We have very little hierarchy in GitHub — on some days our CEO ships more code than the rest of us do — but as we’ve grown larger we’ve let natural breaks in overall development happen. Embracing these as they happen is critical. We’re far past the point where any single person can monitor every changed line of code.
We have natural groupings: a dozen or two work on the main Rails app, a small team works on GitHub Firewall Install, a couple are in charge of GitHub Jobs, one works exclusively on the Git core team, and we break out into a number of platform-specific teams like the iPhone app, the Mac app, and open source projects like Eclipse, libgit2, and others.
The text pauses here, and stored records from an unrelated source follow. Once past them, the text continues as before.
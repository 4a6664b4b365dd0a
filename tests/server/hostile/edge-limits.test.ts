import { gzipSync } from 'node:zlib';
import request from 'supertest';
import { io as connect } from 'socket.io-client';
import { afterAll, beforeAll, describe, expect, it, vi } from 'vitest';
import { Job } from '../../../server/entities/Job.js';
import { JobEvent } from '../../../server/entities/JobEvent.js';
import { COMMAND_RATE, MAX_JSON_DEPTH, PersonCommandRates, SOCKET_MESSAGE_LIMIT_BYTES, STOP_RATE } from '../../../server/middlewares/input-guard.js';
import { signedInUser } from '../../helpers/auth.js';
import { BoardClient, briefEveryone, httpCommand, signedInCrew, type CrewByRole } from '../../helpers/board.js';
import { addParts18m, seedModelAndUnit } from '../../helpers/fleet.js';
import { plannedJob } from '../../helpers/jobs.js';
import { startTestServer, type TestServer } from '../../helpers/server.js';

/**
 * The edge of the server against what a hostile or broken client sends: text with lone UTF-16
 * surrogates, malformed percent-encoding in a path, bodies too large or too deep, forbidden keys,
 * an oversized socket message and a flood of socket messages. Each is refused (or, for lone
 * surrogates, stored as U+FFFD everywhere) with our error shape, never a 500.
 */
const LONE_HIGH = '\uD800';
const LONE_LOW = '\uDC00';
const REPLACEMENT = '\uFFFD';

/** `depth` nested arrays around a value, as JSON text (depth 1 is `[value]`). */
const nestedJson = (depth: number, inner = '1') => '['.repeat(depth) + inner + ']'.repeat(depth);
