#[cfg(test)]
mod run_tests {
    use super::*;
    use crate::model::Text;

    /// The order-2 pole with the pole at w = sqrt(6 alpha), a derived parameter that fails for
    /// alpha < 0, and the range [0, w] following it.
    fn pole_spec() -> ModelSpec {
        let mut spec = ModelSpec::inline("phi^2/(6*alpha)", Some("1/(1 - (phi/w)^2)^2"));
        spec.set_param("alpha", "1");
        spec.set_param("w", "sqrt(6*alpha)");
        spec.range = Some((Text::inline("lo", "0"), Text::inline("hi", "w")));
        spec
    }

    /// Rows of a rebound model and of a model built afresh at each point are the same, in
    /// every digit the CSV keeps (Rust's shortest round-trip form) and every error message.
    #[test]
    fn rebound_points_give_the_rows_of_fresh_builds() {
        let config = Config::default();
        let spec = pole_spec();
        let axes = [Axis {
            name: "alpha".into(),
            values: vec![-1.0, 0.1, 1.0 / 3.0, -0.5, 3.7, 40.0],
        }];
        let data = DataSet::builtin();
        let job = ScanJob {
            spec: &spec,
            axes: &axes,
            n_stars: &[50.0, 60.0],
            data: &data,
            shard: None,
            config: &config,
            progress: false,
        };
        let opts = Options {
            n_stars: job.n_stars.to_vec(),
            data: data.clone(),
            ..Default::default()
        };
        let model = Model::build(&spec, &config).unwrap();
        let mut prep = Prepared::new(&model);
        let (mut rebound, mut fresh) = (Vec::new(), Vec::new());
        for point in 0..axes[0].values.len() {
            rebound.extend(point_rows(&job, Some(&mut prep), &opts, point));
            fresh.extend(point_rows(&job, None, &opts, point));
        }
        assert_eq!(csv_rows(&rebound), csv_rows(&fresh));
        assert_eq!(rebound, fresh);
        assert_eq!(rebound.iter().filter(|r| r.result.is_err()).count(), 4);
        assert_eq!(rebound.iter().filter(|r| r.result.is_ok()).count(), 8);
        // and the parallel run, with its per-worker models, gives the same rows in order
        assert_eq!(
            csv_rows(&run(&spec, &axes, job.n_stars, &data, None, &config, false)),
            csv_rows(&fresh)
        );
    }

    /// An axis over a name the model does not have keeps its old meaning (a parameter added to
    /// the model and unused), rather than failing every point.
    #[test]
    fn an_axis_over_an_unknown_name_builds_each_point() {
        let config = Config::default();
        let spec = pole_spec();
        let axes = [Axis::new("unused", 1.0, 2.0, 2, false).unwrap()];
        let rows = run(&spec, &axes, &[55.0], &DataSet::builtin(), None, &config, false);
        assert!(rows.iter().all(|r| r.result.is_ok()), "{rows:?}");
        let model = Model::build(&spec, &config).unwrap();
        let opts = Options {
            n_stars: vec![55.0],
            ..Default::default()
        };
        let want = predict(&model, &opts, &config).unwrap().predictions.remove(0);
        assert_eq!(rows[1].result, Ok(want));
    }
}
There aren’t a lot of barriers between teams, so we encourage you to move between teams as your interest allows.
These natural groupings let specific people focus on and own those areas. Those teams are in charge when things break. Those teams are in charge of improving the product. Our ability to trust individual teams to work independently allows us to tackle more and more projects.
Automate, automate, automate
Another thing GitHub does well is automate tedious — and important — tasks. There’s a very strong culture of building mini-apps and Hubot scripts if it helps with automation.
There’s two reasons for why we push hard on this. The first is most obvious: you’re letting a scripted process save you time so you can focus on doing real work. The second is more subtle: automation reduces institutional knowledge. Institutional knowledge leads to a minority group inside of the company retaining answers. That forces new employees to bother those few in order to make impactful changes. It becomes a very verbal, synchronous process, which we try to avoid.
By automating deploys, a brand-new GitHubber can type hubot deploy github to
production
and deploy changes on their first day without needing to read up on
how our deploy script delivers code updates to 60+ servers. By running tests
automatically for each pushed Git branch, each developer doesn’t have to find
out how to get CI to run their tests. By scripting commonly-used Graphite
queries into Hubot, each employee can generate graphs of application
exceptions, deploys, and Twitter mentions to @github to visually determine if
there’s a problem with a recent deploy without having to learn the specific
Graphite syntax.
The Uphill Battle
This stuff doesn’t come easily, but it unfortunately leaves easily. Figuring out ways to streamline, to improve your process, to grow your company as you grow your employees is a constant struggle. It’s something that should be continually re-evaluated.
Is this workflow going to work for us when we’re 500 employees? Likely not. But core values and ideas last. Figure out what your core values are, and adapt and refine them as you grow.